What I'm getting at is... that selegiline's elimination half-life during chronic dosing is 9 hrs... and we know that with a longer half life the doses may be building up in the system over time. So if we take 10mg a day, after a meal, I assume that:

- we'd be getting 2mg of that 10mg because selegiline is 20% bioavailible that way
- the 2mg, which we took at 12:00 noon, with chronic dosing would be half gone from being active in the system after 9 hrs [9 PM], 1 mg would remain
- for the next 9 hours that 1mg would break down into 0.5 mg. so at 6am, 0.5 mg is still active in the system.
- come your next dose at 12 noon , that 0.5mg has broken down into 0.08mg, which is added on to your next dose.

So is there eventually a time when the concentration in the blood/ wherever has completely fulfilled MAO-B inhibiting capacity , and starts leaking over into MAO-A inhibiting?
Does it even work like that? I mean, does the selegiline inhibit all the MAO-B and that's when it starts inhibiting MAO-A, or does it simply lose selectivity for mao-b for some other reason that I'm not aware of? How does it work?

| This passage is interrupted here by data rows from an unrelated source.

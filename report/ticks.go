package report

import (
	"math"
	"strconv"

	"gonum.org/v1/plot"
)

// niceTicks puts labelled ticks at round numbers (1, 2 or 5 times a power
// of ten) about five to eight per axis, with four unlabelled ticks between
// each pair, and labels printed with no more decimals than the step needs:
// "0 5 10 15 s" reads faster than "2.50 10.00 17.50".
type niceTicks struct{}

// Ticks implements plot.Ticker.
func (niceTicks) Ticks(lo, hi float64) []plot.Tick {
	if !(hi > lo) || math.IsInf(lo, 0) || math.IsInf(hi, 0) {
		return nil
	}
	step := niceStep((hi - lo) / 6)
	minor := step / 5
	decimals := max(0, -int(math.Floor(math.Log10(step)+1e-9)))
	var ts []plot.Tick
	start := math.Ceil(lo/minor-1e-9) * minor
	for i := 0; ; i++ {
		v := start + float64(i)*minor
		if v > hi+minor*1e-9 || i > 1000 {
			break
		}
		// Decide "major" on the integer count of minor steps from zero, so
		// rounding never drops a label.
		k := math.Round(v / minor)
		if int64(k)%5 == 0 {
			v = k * minor
			if v == 0 {
				v = 0 // no "-0"
			}
			ts = append(ts, plot.Tick{Value: v, Label: strconv.FormatFloat(v, 'f', decimals, 64)})
		} else {
			ts = append(ts, plot.Tick{Value: v})
		}
	}
	return ts
}

// niceStep rounds raw up to 1, 2 or 5 times a power of ten.
func niceStep(raw float64) float64 {
	if raw <= 0 || math.IsNaN(raw) {
		return 1
	}
	p := math.Pow(10, math.Floor(math.Log10(raw)))
	for _, m := range []float64{1, 2, 5, 10} {
		if m*p >= raw*(1-1e-9) {
			return m * p
		}
	}
	return 10 * p
}

// logTicks marks a log axis at 1, 2 and 5 times each power of ten with
// labels, and at the other whole multiples without, so a range of less than
// a decade (latencies from 3 to 12 ms) still gets several labelled ticks;
// over many decades only the powers of ten are labelled.
type logTicks struct{}

// Ticks implements plot.Ticker.
func (logTicks) Ticks(lo, hi float64) []plot.Tick {
	if !(lo > 0) || !(hi > lo) || math.IsInf(hi, 0) {
		return nil
	}
	decades := math.Log10(hi / lo)
	var ts []plot.Tick
	for e := math.Floor(math.Log10(lo)); e <= math.Ceil(math.Log10(hi)); e++ {
		p := math.Pow(10, e)
		for m := 1; m <= 9; m++ {
			v := float64(m) * p
			if v < lo*(1-1e-12) || v > hi*(1+1e-12) {
				continue
			}
			label := m == 1 || (decades < 3 && (m == 2 || m == 5)) || decades < 1
			t := plot.Tick{Value: v}
			if label {
				t.Label = strconv.FormatFloat(v, 'f', max(0, int(-e)), 64)
			}
			ts = append(ts, t)
		}
	}
	return ts
}
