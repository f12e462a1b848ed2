package report

import (
	"math"
	"testing"
)

// The table spelling, case by case: each row is what a person reads in the
// suite, preflight and run tables for that value.
func TestFormatNumber(t *testing.T) {
	for _, c := range []struct {
		v    float64
		want string
	}{
		{math.NaN(), "-"},
		{math.Inf(1), "+Inf"},
		{math.Inf(-1), "-Inf"},
		{0, "0"},
		{42, "42"},
		{-7, "-7"},
		{999999, "999999"},
		{1e6, "1e+06"},
		{123456.5, "1.235e+05"},
		{0.0005, "0.0005"},
		{0.00012345, "0.0001234"},
		{250.25, "250.2"},
		{3.14159, "3.142"},
		{-0.5, "-0.500"},
	} {
		if got := FormatNumber(c.v); got != c.want {
			t.Errorf("FormatNumber(%v) = %q, want %q", c.v, got, c.want)
		}
	}
}
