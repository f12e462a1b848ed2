package report

import (
	"bytes"
	"encoding/xml"
	"errors"
	"strings"
	"testing"
)

func TestWriteJUnitParsesBack(t *testing.T) {
	tests := []struct {
		name                          string
		suites                        []Suite
		wantTests, wantFail, wantSkip int
		wantInFailure                 []string
	}{
		{
			name:   "empty document",
			suites: nil,
		},
		{
			name: "single run, one case per criterion",
			suites: []Suite{{Name: "level-walk", Cases: []Case{
				{Name: "min_steps", Seconds: 12.5},
				{Name: "peak_friction_utilization", Failure: "value 0.93 above limit 0.8", Detail: "peak at t=3.2 s, right foot"},
				{Name: "latency_p99", Skipped: "lockstep run: no wall-clock latency"},
			}}},
			wantTests: 3, wantFail: 1, wantSkip: 1,
			wantInFailure: []string{"value 0.93 above limit 0.8"},
		},
		{
			name: "suite of scenarios with regressions",
			suites: []Suite{ScenarioSuite("library", []ScenarioResult{
				{Scenario: "flat", Outcome: "pass", Seconds: 3},
				{Scenario: "slippery <patch> & \"ice\"", Outcome: "pass", Regressions: []string{"steps 14 < baseline 20 (tolerance 2)", "peak friction utilization 0.91 > baseline 0.70 + 0.05"}},
				{Scenario: "push", Outcome: "tripped"},
				{Scenario: "broken", Err: errors.New("scenario file missing")},
				{Scenario: "greeting\x01with control byte", Outcome: "pass"},
			})},
			wantTests: 5, wantFail: 3,
			wantInFailure: []string{"steps 14 < baseline 20", "peak friction utilization 0.91", `outcome "tripped"`, "could not run: scenario file missing"},
		},
	}
	for _, tc := range tests {
		t.Run(tc.name, func(t *testing.T) {
			var buf bytes.Buffer
			if err := WriteJUnit(&buf, tc.suites...); err != nil {
				t.Fatal(err)
			}
			var doc xmlTestSuites
			if err := xml.Unmarshal(buf.Bytes(), &doc); err != nil {
				t.Fatalf("output does not parse back: %v\n%s", err, buf.String())
			}
			if doc.Tests != tc.wantTests || doc.Failures != tc.wantFail || doc.Skipped != tc.wantSkip {
				t.Errorf("totals tests=%d failures=%d skipped=%d, want %d %d %d",
					doc.Tests, doc.Failures, doc.Skipped, tc.wantTests, tc.wantFail, tc.wantSkip)
			}
			// Count the elements themselves, not only the totals we wrote.
			var cases, fails, skips int
			var msgs []string
			for _, s := range doc.Suites {
				if s.Tests != len(s.Cases) {
					t.Errorf("suite %q says tests=%d but has %d cases", s.Name, s.Tests, len(s.Cases))
				}
				for _, c := range s.Cases {
					cases++
					if c.Failure != nil {
						fails++
						msgs = append(msgs, c.Failure.Message)
					}
					if c.Skipped != nil {
						skips++
					}
				}
			}
			if cases != tc.wantTests || fails != tc.wantFail || skips != tc.wantSkip {
				t.Errorf("elements: %d testcase, %d failure, %d skipped; want %d %d %d", cases, fails, skips, tc.wantTests, tc.wantFail, tc.wantSkip)
			}
			all := strings.Join(msgs, "\n")
			for _, w := range tc.wantInFailure {
				if !strings.Contains(all, w) {
					t.Errorf("failure messages lack %q:\n%s", w, all)
				}
			}
		})
	}
}

type failingWriter struct{}

func (failingWriter) Write([]byte) (int, error) { return 0, errors.New("disk full") }

func TestWriteJUnitReportsWriteError(t *testing.T) {
	err := WriteJUnit(failingWriter{}, Suite{Name: "x", Cases: []Case{{Name: "a"}}})
	if err == nil || !strings.Contains(err.Error(), "disk full") {
		t.Fatalf("got %v, want an error naming the write failure", err)
	}
}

Also, isn't it true that in the body, selegiline's half life depends on some factors other than MAO-B [i.e. P450 enzymes] , and that when it comes to it's half life under the context of being an MAO-B substrate that the half life is more specific in that case?

[Steve_86]

Pike:
What dose of Deprenyl do you take/recommend for ADHD?

Does anyone know the dosing at which deprenyl would become harmful to ones health or lifespan?